Dynamics and efficiency invivo of UGA-directed selenocysteine insertion at the ribosome

Abstract

The kinetics and efficiency of decoding of the UGA of a bacterial selenoprotein mRNA with selenocysteine has been studied in vivo. A gst–lacZ fusion, with the fdhF SECIS element ligated between the two fusion partners, gave an efficiency of read‐through of 4–5%; overproduction of the selenocysteine insertion machinery increased it to 7–10%. This low efficiency is caused by termination at the UGA and not by translational barriers at the SECIS. When the selenocysteine UGA codon was replaced by UCA, and tRNA^Sec with anticodon UGA was allowed to compete with seryl‐tRNA^Ser1 for this codon, selenocysteine was found in 7% of the protein produced.
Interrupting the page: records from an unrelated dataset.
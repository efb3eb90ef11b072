/** What the process tells its caller; with several files the highest counts. */
export const EXIT = {
  done: 0,
  fault: 1,
  usage: 2,
  input: 3,
  fit: 4,
  output: 5,
  cancelled: 130,
} as const;

/** The user asked for something that cannot be: told in one line, with the remedy. */
export class UsageError extends Error {
  constructor(message: string) {
    super(message);
    this.name = "UsageError";
  }
}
When a non‐cognate SelB–tRNA^Sec complex competed with EF‐Tu for a sense codon, no effects were seen, whereas a non‐cognate SelB–tRNA^Sec competing with EF‐Tu‐mediated Su7‐tRNA nonsense suppression of UGA interfered strongly with suppression. The induction kinetics of β‐galactosidase synthesis from fdhF′–′lacZ gene fusions in the absence or presence of SelB and/or the SECIS element, showed that there was a translational pause in the fusion containing the SECIS when SelB was present. The results show that decoding of UGA is an inefficient process and that using the third dimension of the mRNA to accommodate an additional amino acid is accompanied by considerable quantitative and kinetic costs.